I, frankly, use the little-known-but-so-helpful shutup.css in conjunction with Stylish on Firefox (or plugins on Chrome or Safari, scroll down for extensions here) to simply keep comments hidden as much as possible.

The design of comments has almost never changed, thanks to publishers who quietly hate them, would rather they carry as little credence as possible, and probably don’t know that every modern publishing application is capable of customized comments (though it’s usually the most difficult portion of code to create owing to the myriad of login services, layout options, and replying features).

Recently, StackOverflow opened a nifty new feature in their own chat systems that I’d love to see implemented in commenting systems web-wide.

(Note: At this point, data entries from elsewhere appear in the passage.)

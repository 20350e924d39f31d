//! The pages that are not a calculation: the start page and the error pages.

use axum::http::StatusCode;
use axum::response::{Html, IntoResponse, Response};
use maud::{html, Markup};

use crate::report::html::page;
use crate::site::Site;

/// A page with its status.
pub(super) fn respond(status: StatusCode, markup: Markup) -> Response {
    (status, Html(markup.into_string())).into_response()
}

/// The start page: the three calculations and the sites given.
pub(super) fn index(sites: &[Site], records: bool) -> Markup {
    page(
        "Compressed-gas hazards",
        html! {
            p { "Stored energy and safe distances, cylinder fill temperatures and vent-downs, with the cautions that apply. Every quantity takes a unit; every pressure says gauge or absolute." }
            h2 { "Calculations" }
            ul {
                li { a href="/energy" { "Stored energy" } " — expansion energy, TNT equivalent, exclusion distance and overpressure standoffs of a vessel." }
                li { a href="/fill" { "Cylinder fill" } " — the gas temperature of a fast fill, the settled pressure and the fill-to pressure." }
                li { a href="/vent" { "Vent-down" } " — blow-down time through an orifice, the cold gas and metal, where the gas goes." }
            }
            h2 { "Sites" }
            @if sites.is_empty() {
                p { "No site file was given (start with " code { "pvhazard serve --site SITE.toml" } ")." }
            } @else {
                ul {
                    @for (i, s) in sites.iter().enumerate() {
                        li { a href={ "/site/" (i) } { (s.name) } " — " (s.location) ", " (s.equipment.len()) " item(s)" }
                    }
                }
                @if !records {
                    p { "Worksheets are made only when the server is given a records folder (" code { "--records DIR" } ")." }
                }
            }
            p.no-print { "The JSON API takes the command line's options: " code { "POST /api/energy" } ", " code { "/api/fill" } ", " code { "/api/vent" } "." }
        },
    )
}

/// A page for a path that leads nowhere.
pub(super) fn not_found() -> Response {
    respond(
        StatusCode::NOT_FOUND,
        page(
            "Not found",
            html! { p { "There is no page here. " a href="/" { "Start again" } "." } },
        ),
    )
}

/// A page for a failure that is not the user's, or a request refused as a whole.
pub(super) fn failure(status: StatusCode, message: &str) -> Response {
    respond(
        status,
        page(
            "Not done",
            html! {
                p.refusal role="alert" { (message) }
                p { a href="/" { "Start again" } }
            },
        ),
    )
}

StackOverflow is essentially a highly civilized chat environment for coders with vigorous group chats, but what happens when two chatters in a single chat room start talking only to each other? The system quickly notices them only interacting with each other, and splits them off into their own conversation. Jeff Atwood, who runs StackOverflow, calls it the “Get a Room” feature. It’s a brilliantly simple visual solution to an epidemic problem of comment noise.